Martwy dialog ze sztyletami

Aby teatr polski był żywym organizmem musi ustosunkować się nie tylko do czasów najbar­dziej nam współczesnych, ale również do tych wydarzeń, któ­re w przeszłości zaważyły na losach narodu. Próbę takiego właśnie obrachunku z wydarzeniami roku 1830 rzutującymi na teraźniejszość, z pewnością i na przyszłość naszego kraju, podej­muje dramat Jerzego Żurka "Sto rąk, sto sztyletów". Po Krakowie zainteresował się udanym, choć ponad jego war­tości wychwalanym przez kry­tykę debiutem dramaturga gdański Teatr Wybrzeże.
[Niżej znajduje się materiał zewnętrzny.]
// diagnose_run: R-hat and ESS of a run file's tracked summaries, grouped by chain.
#include "credence/run_diagnostics.h"

#include <fmt/format.h>

#include <algorithm>
#include <cmath>
#include <limits>
#include <numeric>
#include <variant>

#include "diagnostics/run_columns.h"

namespace credence {
namespace {

using diagnostics::chains_of;
using diagnostics::chains_of_row;
using diagnostics::columns_by_chain;
using diagnostics::setting;

constexpr double kNaN = std::numeric_limits<double>::quiet_NaN();

// What the mean speed ratio says about the mass (docs/methods.md 5.2 table and 5.6-5.7): the
// default target is E|v|/c = 0.5; near 1 every coordinate moves at the speed cap.
std::string speed_note(std::string_view method, double mean_ratio) {
  if (std::isnan(mean_ratio)) return "no speed ratio was recorded after burn-in";
  if (method == "rsgd") {
    return mean_ratio > 0.8
               ? "mean |v|/c near 1: most weights move at the cap eps c (sign-descent regime); "
                 "raise c if steps are too short"
               : "mean |v|/c below the cap: momentum-SGD regime; the speed bound acts as clipping only";
  }
  if (mean_ratio > 0.8) {
    return "mean |v|/c near 1 (ultra-relativistic): momenta thermalise slowly; raise the mass "
           "(--mass) or lengthen burn-in";
  }
  if (mean_ratio < 0.2) {
    return "mean |v|/c near 0 (nearly Newtonian): the speed bound rarely acts; a smaller mass "
           "moves closer to the usual target 0.5";
  }
  return "mean |v|/c within 0.2-0.8 of the usual target 0.5: the mass setting looks reasonable";
}

void finish_summary(SummaryDiagnostics& s, double seconds, double grads, double ess_threshold) {
  s.ess_per_second = seconds > 0 ? s.stats.ess_bulk / seconds : kNaN;
  s.ess_per_1000_grads = grads > 0 ? 1000 * s.stats.ess_bulk / grads : kNaN;
  // Projections are not symmetry-invariant: chains in equivalent modes disagree on them
  // by construction, so only their within-chain ESS is judged.
  s.flag_rhat = s.group != SummaryGroup::kProjection && s.stats.rhat.has_value() &&
                *s.stats.rhat > kRhatThreshold;  // +inf flags too
  s.flag_ess = !std::isnan(s.stats.ess_bulk) && s.stats.ess_bulk < ess_threshold;
  s.flag_ess_tail = !std::isnan(s.stats.ess_tail) && s.stats.ess_tail < ess_threshold;
}

}  // namespace

std::string_view summary_group_name(SummaryGroup group) {
  switch (group) {
    case SummaryGroup::kProbeLogLik: return "probe_log_lik";
    case SummaryGroup::kProbeProb: return "probe_prob";
    case SummaryGroup::kLayerSqNorm: return "layer_sq_norm";
    case SummaryGroup::kProjection: return "projection";
    case SummaryGroup::kPotential: return "potential";
  }
  return "unknown";
}

std::string_view mixing_verdict_name(MixingVerdict verdict) {
  switch (verdict) {
    case MixingVerdict::kMixed: return "mixed";
    case MixingVerdict::kNotMixed: return "not_mixed";
    case MixingVerdict::kSingleChain: return "single_chain";
    case MixingVerdict::kNotEnoughDraws: return "not_enough_draws";
  }
  return "unknown";
}

Result<RunDiagnostics> diagnose_run(const RunReader& run) {
  const RunHeader& header = run.header();
  const RunSummary& summary = run.summary();
  RunDiagnostics d;
  d.method = setting<std::string>(header.settings, "method").value_or("unknown");
  d.chains = header.chains;
  d.kept_per_chain = summary.kept_per_chain;
  d.thin = setting<std::int64_t>(header.settings, "thin");
  d.burn_in = setting<std::int64_t>(header.settings, "burn_in");
  d.ess_threshold = kEssPerChainThreshold * std::max(1, d.chains);
  if (summary.samples == 0) {
    return Status::invalid_input("the run holds no committed samples yet; train longer, then diagnose");
  }

  Result<std::vector<std::int32_t>> chain_of = run.sample_chains();
  if (!chain_of.ok()) return chain_of.status();
  Result<std::vector<std::int64_t>> index_of = run.sample_indices();
  if (!index_of.ok()) return index_of.status();
  const auto columns = columns_by_chain(d.chains, *chain_of, *index_of);
  std::size_t shortest = columns.empty() ? 0 : columns[0].size();
  bool differed = false;
  for (const auto& list : columns) {
    differed = differed || list.size() != columns[0].size();
    shortest = std::min(shortest, list.size());
  }
  d.draws_per_chain = static_cast<long>(shortest);
  if (differed) {
    d.notes.push_back(fmt::format("chains kept different numbers of samples; the first {} of each are used",
                                  shortest));
  }
  if (d.thin && *d.thin > 1) {
    d.notes.push_back(fmt::format("thinning factor {} (one step in {} kept): ESS counts kept "
                                  "samples; thinning loses information but adds no bias",
                                  *d.thin, *d.thin));
  }

  // Sampling cost summed over chains, for ESS per second and per 1000 gradients.
  double seconds = std::accumulate(summary.seconds_per_chain.begin(), summary.seconds_per_chain.end(), 0.0);
  double grads = 0;
  for (std::int64_t g : summary.gradient_evals_per_chain) grads += static_cast<double>(g);
  if (summary.seconds_per_chain.empty() || summary.gradient_evals_per_chain.empty()) {
    d.notes.push_back("the run file does not record sampling time or gradient counts: ESS rates are absent");
  }

  auto add = [&](SummaryGroup group, int index, Chains chains) {
    SummaryDiagnostics s;
    s.group = group;
    s.index = index;
    s.name = index < 0 ? std::string(summary_group_name(group))
                       : fmt::format("{}[{}]", summary_group_name(group), index);
    s.in_verdict = group == SummaryGroup::kProbeLogLik || group == SummaryGroup::kProbeProb ||
                   group == SummaryGroup::kLayerSqNorm;
    s.stats = diagnose_scalar(chains);
    finish_summary(s, seconds, grads, d.ess_threshold);
    d.summaries.push_back(std::move(s));
  };

  Result<std::vector<double>> log_lik = run.probe_log_lik();
  if (!log_lik.ok()) return log_lik.status();
  add(SummaryGroup::kProbeLogLik, -1, chains_of(*log_lik, columns));
  const std::pair<SummaryGroup, Result<Eigen::MatrixXf> (RunReader::*)() const> matrices[] = {
      {SummaryGroup::kProbeProb, &RunReader::probe_prob},
      {SummaryGroup::kLayerSqNorm, &RunReader::layer_sq_norms},
      {SummaryGroup::kProjection, &RunReader::projections}};
  for (const auto& [group, read] : matrices) {
    Result<Eigen::MatrixXf> values = (run.*read)();
    if (!values.ok()) return values.status();
    for (Eigen::Index r = 0; r < values->rows(); ++r) {
      add(group, static_cast<int>(r), chains_of_row(*values, r, columns));
    }
  }

  // Potential and speed ratio from the traces, rows after burn-in only.
  const std::int64_t burn_in = d.burn_in.value_or(0);
  const bool relativistic = d.method == "rsghmc" || d.method == "rhmc" || d.method == "rsgd";
  const bool metropolis = d.method == "hmc" || d.method == "rhmc";
  Chains potential;
  for (int c = 0; c < d.chains; ++c) {
    Result<std::vector<TraceRecord>> trace = run.traces(c);
    if (!trace.ok()) return trace.status();
    std::vector<double> chain;
    double speed_sum = 0, accept_sum = 0;
    int speed_count = 0, accept_count = 0;
    for (const TraceRecord& row : *trace) {
      if (row.step <= burn_in) continue;
      chain.push_back(row.potential);
      if (!std::isnan(row.speed_ratio)) {
        speed_sum += row.speed_ratio;
        ++speed_count;
      }
      if (!std::isnan(row.acceptance)) {
        accept_sum += row.acceptance;
        ++accept_count;
      }
    }
    potential.push_back(std::move(chain));
    if (relativistic) d.speed_ratio_per_chain.push_back(speed_count ? speed_sum / speed_count : kNaN);
    if (metropolis) d.acceptance_per_chain.push_back(accept_count ? accept_sum / accept_count : kNaN);
  }
  add(SummaryGroup::kPotential, -1, std::move(potential));
  if (relativistic) {
    double sum = 0;
    int count = 0;
    for (double r : d.speed_ratio_per_chain) {
      if (!std::isnan(r)) sum += r, ++count;
    }
    d.speed_note = speed_note(d.method, count ? sum / count : kNaN);
  }

  // The verdict: function-space summaries only.
  d.max_rhat = kNaN;
  d.min_ess_bulk = kNaN;
  d.min_ess_tail = kNaN;
  bool any_ess = false;
  for (const SummaryDiagnostics& s : d.summaries) {
    if (!s.in_verdict) continue;
    if (s.stats.rhat && !std::isnan(*s.stats.rhat)) d.max_rhat = std::isnan(d.max_rhat) ? *s.stats.rhat : std::max(d.max_rhat, *s.stats.rhat);
    if (!std::isnan(s.stats.ess_bulk)) {
      any_ess = true;
      d.min_ess_bulk = std::isnan(d.min_ess_bulk) ? s.stats.ess_bulk : std::min(d.min_ess_bulk, s.stats.ess_bulk);
    }
    if (!std::isnan(s.stats.ess_tail)) d.min_ess_tail = std::isnan(d.min_ess_tail) ? s.stats.ess_tail : std::min(d.min_ess_tail, s.stats.ess_tail);
    if (s.flag_rhat || s.flag_ess || s.flag_ess_tail) ++d.flagged;
  }
  if (shortest < 4 || !any_ess) {
    d.verdict = MixingVerdict::kNotEnoughDraws;
  } else if (d.flagged > 0) {
    d.verdict = MixingVerdict::kNotMixed;
  } else {
    d.verdict = d.chains < 2 ? MixingVerdict::kSingleChain : MixingVerdict::kMixed;
  }
  if (static_cast<long>(shortest) / 2 < kMinDrawsPerSplitChain) {
    d.notes.push_back(fmt::format("only {} draws per split chain (fewer than {}): estimates are unstable; keep more samples",
                                  shortest / 2, kMinDrawsPerSplitChain));
  }
  if (d.chains < 2) d.notes.push_back("R-hat needs two or more chains; only ESS is reported");
  return d;
}

}  // namespace credence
Sztuka ta o tyle jest dzisiaj potrzebna, że zachęca widzów do dyskusji o potrzebie rozsąd­ku i rozwagi w kierowaniu spo­łecznymi emocjami. Podejmu­jąc ten problem dramaturg, a za nim reżyser Ryszard Major, nie przychyla się do żadnej z historycznych interpretacji Pow­stania Listopadowego. Relacjo­nuje jedynie fakty. Z chłodnym intelektualizmem przedstawia racje generalicji, która odcięła się od powstania, widząc w nim jedynie nie przemyślany, skaza­ny na niepowodzenie zryw pa­triotycznej młodzieży. Pokazuje też zapał, heroizm garstki rewo­lucjonistów pozbawionych do­wództwa, broni, nawet koncepcji przyszłej wyzwolonej Polski.
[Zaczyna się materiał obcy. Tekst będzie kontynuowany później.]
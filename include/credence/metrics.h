// metrics: scores, calibration, uncertainty split, selective prediction, temperature scaling.
//
// Every function here is a pure computation on plain inputs: class probabilities (or their
// logarithms) as a (K, n) double matrix, one row of data per column as everywhere in
// credence, and n labels in 0..K-1. Nothing is stored between calls, so every call is safe
// from several threads at once. The formulas and their test values are docs/methods.md section 9;
// each function's source is named above its definition in src/metrics/.
//
// Most functions assume valid input and say so in REQUIRES: lines (asserts in tests).
// Input that comes from a user (labels read from a CSV, a probability file) goes through
// check_probabilities() first, or through assess_predictions(), which checks for you:
//
//   Result<Assessment> a = assess_predictions(log_pbar, labels, AssessSettings{});
//   if (!a.ok()) return a.status();
//   double ece15 = a->width_bins.ece;
#pragma once

#include <Eigen/Core>
#include <cstdint>
#include <optional>
#include <span>
#include <string_view>
#include <vector>

#include "credence/status.h"

namespace credence {

/// A read-only view of a (K, n) double matrix: probabilities, log-probabilities or logits.
using ProbsRef = Eigen::Ref<const Eigen::MatrixXd>;
/// n class labels, each in 0..K-1.
using LabelSpan = std::span<const std::int32_t>;

// ---------------------------------------------------------------------------------------
// Input checks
Spektakl w Teatrze Wybrzeże zbudowany jest z zachowaniem trzech jedności. Dramatyczna noc 29 listopada rozgrywa się w Teatrze Rozmaitości, do którego wtargnęli młodzi spiskow­cy. Chcieli porwać zasiadłą wy­godnie w fotelach publiczność do walki, a spotkali się z ludźmi, dla których problem rewo­lucji nie był taki oczywisty. Świadomość, jaką zdobywają owej nocy jest świadomością tragiczną. Dowiadują się, że są jedynie pionkami na szachowni­cy historii.

Niepotrzebnie więc reżyser przydaje jej jeszcze poetyckiej wzniosłości. Środki warsztatowe, jakimi się posługuje powodują że sztuka przestaje przemawiać językiem bolesnych, gorzkich faktów. Dominuje umniejszający współczesne odniesienia pa­tos. Widoczny jest on także w rolach aktorów. Choćby w ro­li znakomitego artysty Henry­ka Bisty, który zbytnio zawie­rzył reżyserowi i podporządko­wał się koncepcji roli nadto udramatyzowanej.
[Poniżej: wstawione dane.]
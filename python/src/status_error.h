// Turning a credence Status into the Python exception of its kind (credence.errors).
#pragma once

#include <stdexcept>
#include <string>

#include "credence/status.h"

namespace credence::python {

/// A failed Status in flight through pybind11; the translator registered by
/// register_status_errors() raises the matching class of credence.errors with the
/// Status's message unchanged.
class StatusError : public std::runtime_error {
 public:
  explicit StatusError(const Status& status)
      : std::runtime_error(status.message()), code_(status.code()) {}
  StatusCode code() const { return code_; }

 private:
  StatusCode code_;
};

/// Throws StatusError unless `status` is ok.
inline void raise_if_error(const Status& status) {
  if (!status.ok()) throw StatusError(status);
}

/// The value of `result`, or throws its Status.
template <typename T>
T take(Result<T> result) {
  if (!result.ok()) throw StatusError(result.status());
  return std::move(*result);
}

}  // namespace credence::python
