def _best_finished(beams: _Beams, settings: DecoderSettings, i: int, eos: list[int]) -> Hypothesis:
    """The returned output of source i: the best of its finished set (point 7)."""
    L = int(beams.fin_len[i, 0])
    toks = beams.fin_tok[i, 0, :L].tolist()
    h = _hypothesis(settings, toks, beams.fin_lp[i, 0, :L].tolist(), float(beams.fin_sum[i, 0]), eos)
    h.extra["search_score"] = float(beams.fin_score[i, 0])
    return h


def _track_step(t: int, active: torch.Tensor, step: _Step, open_: torch.Tensor, ref_beam: torch.Tensor,
                track: _Tracking, V: int) -> None:
    """Follow the reference prefix through one beam step (see LossPoint for the definitions).

    Vectorized over the tracked sources; only the sources whose reference completes or is lost
    at this step are visited one by one."""
    rb = ref_beam[active]
    rows = torch.nonzero(rb >= 0).squeeze(1)
    if not len(rows):
        return
    idx = active[rows]
    ref_tok, ref_len = track.tensors()
    flat = rb[rows] * V + ref_tok[idx, t]
    match = step.top_idx[rows] == flat[:, None]                     # [R, keep]: where the extension ranks
    has = match.any(dim=1)
    pos = match.to(torch.int8).argmax(dim=1)                        # its candidate index (valid where `has`)
    ref_beam[idx] = -1
    is_end = ref_len[idx] - 1 == t                                   # this step's token is the reference's end token
    finishes = has & step.did[rows, pos] & ~step.full[rows, 0] & open_[idx]
    in_next = step.nxt[rows] == pos[:, None]                        # [R, K]: the running beam it became
    runs = has & in_next.any(dim=1)
    go_on = ~is_end & runs
    ref_beam[idx[go_on]] = in_next[go_on].to(torch.int8).argmax(dim=1)
    completes = is_end & finishes
    for r in torch.nonzero(~go_on).squeeze(1).tolist():
        i = int(idx[r])
        if bool(completes[r]):
            track.complete(i)
        else:
            track.lose_at(i, t + 1, step.acc[int(rows[r])], int(flat[r]))


# ---------------------------------------------------------------------------------- widths
def smallest_width_keeping(model: SequenceModel, settings: DecoderSettings, source_ids: Sequence[Sequence[int]],
                           ref_ids: Sequence[Sequence[int]], max_width: int = 64, *,
                           batch_size: int = 16) -> list[LossPoint | None]:
    """Per source: None if the decoder at `settings.beam` keeps the reference to the end, else its
    LossPoint at that width with `smallest_width` = the smallest width found that keeps it.

    Widths are tried by re-running beam search with the reference tracked: every width from 1
    to 8 in turn (beam search is not monotone in the width, so small widths are checked one by
    one), then 16, 32, ... up to `max_width` (always tried last), and between the last width
    that lost the reference and the first that kept it, bisection. Above 8 the answer assumes
    the widths in that interval behave monotonically; it is the smallest width seen to keep
    the reference. Width 1 is greedy search, as in the decoder. Sources are batched per width.
    """
    if len(ref_ids) != len(source_ids):
        raise ValueError(f"{len(ref_ids)} references for {len(source_ids)} sources")
    base = beam_search(model, settings, source_ids, batch_size=batch_size, track=ref_ids)
    result: list[LossPoint | None] = [h.loss for h in base]
    todo = [i for i, lp in enumerate(result) if lp is not None and lp.reason != "length limit"]
    if not todo or max_width < 1:
        return result
    kept_at: dict[int, int] = {}
    lost_at: dict[int, int] = {i: 0 for i in todo}

    def run(width: int, rows: list[int]) -> None:
        if not rows:
            return
        hs = beam_search(model, settings.replace(beam=width), [source_ids[i] for i in rows],
                         batch_size=batch_size, track=[ref_ids[i] for i in rows])
        for i, h in zip(rows, hs, strict=True):
            if h.reference_kept:
                kept_at[i] = width
            else:
                lost_at[i] = max(lost_at[i], width)

    ladder = list(range(1, min(8, max_width) + 1))
    w = 16
    while w < max_width:
        ladder.append(w)
        w *= 2
    if max_width > 8 and max_width not in ladder:
        ladder.append(max_width)
    for width in ladder:
        run(width, [i for i in todo if i not in kept_at and width != settings.beam])
        if width == settings.beam:
            for i in todo:
                if i not in kept_at:
                    lost_at[i] = max(lost_at[i], width)
    # bisection between the last losing and the first keeping width (only above 8)
    while True:
        groups: dict[int, list[int]] = {}
        for i in todo:
            if i in kept_at and kept_at[i] - lost_at[i] > 1 and kept_at[i] > 8:
                groups.setdefault((kept_at[i] + lost_at[i]) // 2, []).append(i)
        if not groups:
            break
        for width, rows in sorted(groups.items()):
            run(width, rows)  # width lies above lost_at[i], so run's max() records it as the new lower end
    for i in todo:
        lp = result[i]
        assert lp is not None
        lp.smallest_width = kept_at.get(i)
    return result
Nie wygrał też reżyser koncepcji ,,teatru w teatrze". Widownia roku 1830, z jaką mamy się utożsamiać i której reakcje prowokować nas mają do po­równań z naszymi postawami jest w zasadzie martwa. Stano­wi jedynie tło przywołanych dziejów. Sztuka w Teatrze Wy­brzeże nie daje możliwości eks­ponowania aktorskich talentów. Było w niej przecież kilka ról ciekawych: Tomasza Fogla - literat, czyli Maurycy Mochnacki, Stanisława Michalskiego - generał Chłopicki, czy Stanisła­wa Dąbrowskiego - filozof - urzędnik. Spektaklu nie wspo­magała ani scenografia, ani oprawa muzyczna.

Pracownia

X
Nie jesteś zalogowany. Zaloguj się.
Trwa wyszukiwanie

Kafelki

Nakieruj na kafelki, aby zobaczyć ich opis.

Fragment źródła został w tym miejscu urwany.